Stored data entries
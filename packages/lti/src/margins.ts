import { type Complex, cabs, cx } from './complex.ts';
import { InputError, MAX_ORDER } from './errors.ts';
import { polyRootsDetailed } from './roots.ts';
import { deadlineTicker } from './budget.ts';
import { type FrequencyEvaluator, frequencyEvaluator, frequencyRange, unwrapAlong } from './frequency.ts';
import * as P from './poly.ts';
import type { TransferFunction } from './transfer.ts';
import { padeOrderFor } from './pade.ts';
import { closedLoopPolesDetailed } from './closed-loop.ts';

/**
 * Stability margins of a loop transfer L(s) (characteristic equation 1 + L = 0), from the
 * exact frequency response (dead time kept exact), together with the closed-loop verdict from
 * the closed-loop poles. Margins never decide stability on their own.
 *
 * Definitions (Ogata, Sec. 7-6; Skogestad & Postlethwaite, Sec. 2.4.3 (from memory)):
 *  - gain crossover ω_gc: |L(jω)| = 1 (all of them are found); phase margin PMᵢ = 180° + ∠L(jωᵢ),
 *    wrapped to (−180°, 180°]; the reported phase margin is the smallest (worst) one.
 *  - delay margin: min over gain crossovers of the extra dead time that puts the Nyquist curve
 *    through −1 there. Dead time only adds lag (−ωT), so for a stable closed loop it is the lag
 *    still available, ((180° + ∠L) mod 360°)[rad]/ωᵢ ≥ 0 — a crossover reached with phase lead
 *    (∠L > 0, e.g. an inner loop read with its outer loop closed) has PMᵢ < 0 after wrapping yet
 *    a positive delay margin. For an unstable closed loop it is PMᵢ[rad]/ωᵢ (≤ 0 where PMᵢ is).
 *  - phase crossover ω_pc: ∠L(jω) = −180° + k·360°; each gives the factor 1/|L(jω_pc)| that
 *    moves the curve onto −1. Gain margin = the smallest factor above 1; lower gain margin = the
 *    largest factor below 1 (conditionally stable loops).
 *  - Ms = max |1/(1 + L)|, Mt = max |L/(1 + L)| over ω (grid maximum refined by Brent's parabolic search).
 *  - bandwidth: first ω where |T(jω)| falls to |T(0)|/√2 (−3 dB relative to the DC value).
 * A quantity that does not exist is null (no phase crossover → gainMargin null, i.e. infinite).
 *
 * Every search ends. A rational loop has finitely many crossovers and all are found. A loop
 * with dead time has infinitely many phase crossovers (one every 2π/T rad/s at high frequency):
 * the first `maxListedCrossovers` (100) are listed, the rest are counted up to the end of the
 * sweep and described (`phaseCrossoverTail`), and the crossovers among them that decide the
 * gain margins — next to the extremes of |L| — are located, so the margins stay exact.
 */
export interface LoopMargins {
  gainMargin: number | null;
  gainMarginDb: number | null;
  phaseCrossover: number | null;
  lowerGainMargin: number | null;
  lowerGainMarginDb: number | null;
  lowerPhaseCrossover: number | null;
  phaseMarginDeg: number | null;
  gainCrossover: number | null;
  delayMargin: number | null;
  peakSensitivity: number | null;
  peakSensitivityFrequency: number | null;
  peakComplementary: number | null;
  peakComplementaryFrequency: number | null;
  bandwidth: number | null;
  closedLoopStable: boolean;
  closedLoopPoles: Complex[];
  /** Order (n, n) of the Padé approximant used for the dead time in the closed-loop poles; null without dead time. */
  padeOrder: number | null;
  gainCrossovers: number[];
  phaseCrossovers: number[];
  /** One entry per gain crossover, ascending ω. */
  gainCrossoverDetails: { omega: number; phaseMarginDeg: number; delayMargin: number }[];
  /** One entry per listed phase crossover, ascending ω: the gain factor 1/|L| that reaches −1 there. */
  phaseCrossoverDetails: { omega: number; gainFactor: number; phaseDeg: number }[];
  /** The phase crossovers that are not listed (a loop with dead time has infinitely many); null when all are listed. */
  phaseCrossoverTail: PhaseCrossoverTail | null;
  /** How far the closed-loop poles can be trusted. */
  closedLoopAccuracy: { worstRelativeError: number; limited: boolean };
  /** How L(jω) was evaluated: 'rational' (no dead time), 'exact' (dead time as e^(−jωT)), or as the caller says. */
  frequencyMethod: 'rational' | 'exact' | 'pade';
  /** Plain statements for the CLI and the editor (truncated lists, limits approached, accuracy). */
  notes: string[];
}
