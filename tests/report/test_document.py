"""The report's own arithmetic: single numbers with their uncertainty and spread, and the
comparison with a target range, on small hand-made documents."""

from __future__ import annotations

import math

import pytest

from roomconv.report.document import single_number_rows, target_rows
from roomconv.study import Targets


def _stat(mean, std=None, u=None, verdict="ok"):
    return {"mean": mean, "std": std, "n": 2, "uncertainty": u, "verdict": verdict}


def _doc(t500=(1.0, 1.2), t1k=(1.1, 1.3), u=(0.03, 0.04)):
    metrics = ("edt_s", "t20_s", "t30_s", "c50_db", "c80_db", "d50", "ts_ms")
    avg, positions = [], [{"position": f"S1-R{i + 1}", "bands": []} for i in range(2)]
    for band, vals, ub in ((500, t500, u[0]), (1000, t1k, u[1])):
        row = {"band_hz": band}
        for m in metrics:
            row[m] = _stat(None)
        row["t30_s"] = _stat(sum(vals) / 2, None, ub)
        avg.append(row)
        for p, v in zip(positions, vals, strict=True):
            p["bands"].append({"band_hz": band, "t30_s": v})
    sn = {"t30_mid_s": (sum(t500) + sum(t1k)) / 4}
    return {
        "settings": {"bands": "octave"},
        "positions": positions,
        "average": {
            "bands": avg,
            "single_numbers": sn,
            "single_number_verdicts": {"t30_mid_s": "ok"},
        },
    }


def test_single_number_uncertainty_and_spread():
    (row,) = single_number_rows(_doc())
    assert row["value"] == pytest.approx(1.15)
    # Mean of two uncorrelated band values: u = sqrt(u1² + u2²)/2 (JCGM 100:2008, 5.1.2,
    # from memory).
    assert row["uncertainty"] == pytest.approx(math.sqrt(0.03**2 + 0.04**2) / 2)
    # Positions' own mid values 1.05 and 1.25: sample standard deviation 0.1414 (numpy's
    # std with ddof=1 of the same two numbers).
    assert row["spread"] == pytest.approx(math.sqrt(2) * 0.1)
    assert row["text"] == "1.15"


def test_single_number_without_every_band_uncertainty_has_none():
    doc = _doc()
    doc["average"]["bands"][1]["t30_s"]["uncertainty"] = None
    (row,) = single_number_rows(doc)
    assert row["uncertainty"] is None


@pytest.mark.parametrize(
    ("mean", "u", "result"),
    [
        # Target 1.00 s, −10 %/+10 % → 0.90–1.10 s (plain arithmetic).
        (1.00, 0.02, "within"),
        (1.09, 0.02, "within (at the limit, within its uncertainty)"),
        (1.12, 0.01, "above"),
        (1.11, 0.02, "above (at the limit, within its uncertainty)"),
        (0.85, 0.02, "below"),
    ],
)
def test_target_comparison(mean, u, result):
    doc = {"average": {"bands": [{"band_hz": 500, "t30_s": _stat(mean, None, u)}]}}
    (row,) = target_rows(doc, Targets("t30", {500.0: 1.0}, (-10.0, 10.0)))
    assert row[2] == "0.90–1.10"
    assert row[-1] == result


def test_target_band_without_a_value_is_not_evaluated_and_caution_is_kept():
    doc = {
        "average": {
            "bands": [
                {"band_hz": 500, "t30_s": _stat(None)},
                {"band_hz": 1000, "t30_s": _stat(1.0, None, 0.01, "caution")},
            ]
        }
    }
    rows = target_rows(doc, Targets("t30", {500.0: 1.0, 1000.0: 1.0}, (-10.0, 10.0)))
    assert rows[0][-1] == "not evaluated"
    assert rows[1][-1] == "within — caution"
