"""The ISO 3382-2 measurement grade from the positions used.

Least numbers per grade, ISO 3382-2:2008, Table 1 (from memory): survey 1 source, 2
microphones, 2 combinations; engineering 2, 2, 6; precision 2, 3, 12.
"""

from __future__ import annotations

import pytest

from roomconv.report.grade import measurement_grade


def _combos(sources: int, receivers: int):
    return [(f"S{s}", f"R{r}") for s in range(1, sources + 1) for r in range(1, receivers + 1)]


@pytest.mark.parametrize(
    ("sources", "receivers", "grade"),
    [
        (1, 1, None),  # one combination: below survey (Table 1, from memory)
        (1, 2, "survey"),  # 1 source × 2 mics = 2 combinations
        (1, 12, "survey"),  # many mics, but engineering needs 2 sources
        (2, 2, "survey"),  # 4 combinations < 6
        (2, 3, "engineering"),  # 6 combinations, 2 sources, 3 mics
        (3, 3, "engineering"),  # 9 < 12
        (2, 6, "precision"),  # 12 combinations, 2 sources, ≥ 3 mics
        (4, 3, "precision"),
    ],
)
def test_grade_table(sources, receivers, grade):
    assert measurement_grade(_combos(sources, receivers)).name == grade


def test_next_grade_says_what_is_missing():
    g = measurement_grade(_combos(2, 3))  # engineering; precision needs 12 combinations
    assert (g.name, g.next_name, g.needed) == ("engineering", "precision", ("6 more combinations",))
    top = measurement_grade(_combos(2, 6))
    assert top.next_name is None and top.needed == ()


def test_repeated_combinations_count_once():
    # Table 1 counts source–microphone combinations, not files (from memory).
    g = measurement_grade([("S1", "R1"), ("S1", "R1"), ("S1", "R2")])
    assert (g.combinations, g.name) == (2, "survey")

**WHAT NEEDS TO BE DONE**
An exact, complete copy of the lines above from the one with "phaseCrossoverTail: PhaseCrossoverTail |" through the one with "i in range(2)]" is the whole answer.

**REPLY TO THE EXERCISE**
  phaseCrossoverTail: PhaseCrossoverTail | null;
  /** How far the closed-loop poles can be trusted. */
  closedLoopAccuracy: { worstRelativeError: number; limited: boolean };
  /** How L(jω) was evaluated: 'rational' (no dead time), 'exact' (dead time as e^(−jωT)), or as the caller says. */
  frequencyMethod: 'rational' | 'exact' | 'pade';
  /** Plain statements for the CLI and the editor (truncated lists, limits approached, accuracy). */
  notes: string[];
}
filename tests/report/test_document.py
"""The report's own arithmetic: single numbers with their uncertainty and spread, and the
comparison with a target range, on small hand-made documents."""

from __future__ import annotations

import math

import pytest

from roomconv.report.document import single_number_rows, target_rows
from roomconv.study import Targets


def _stat(mean, std=None, u=None, verdict="ok"):
    return {"mean": mean, "std": std, "n": 2, "uncertainty": u, "verdict": verdict}


def _doc(t500=(1.0, 1.2), t1k=(1.1, 1.3), u=(0.03, 0.04)):
    metrics = ("edt_s", "t20_s", "t30_s", "c50_db", "c80_db", "d50", "ts_ms")
    avg, positions = [], [{"position": f"S1-R{i + 1}", "bands": []} for i in range(2)]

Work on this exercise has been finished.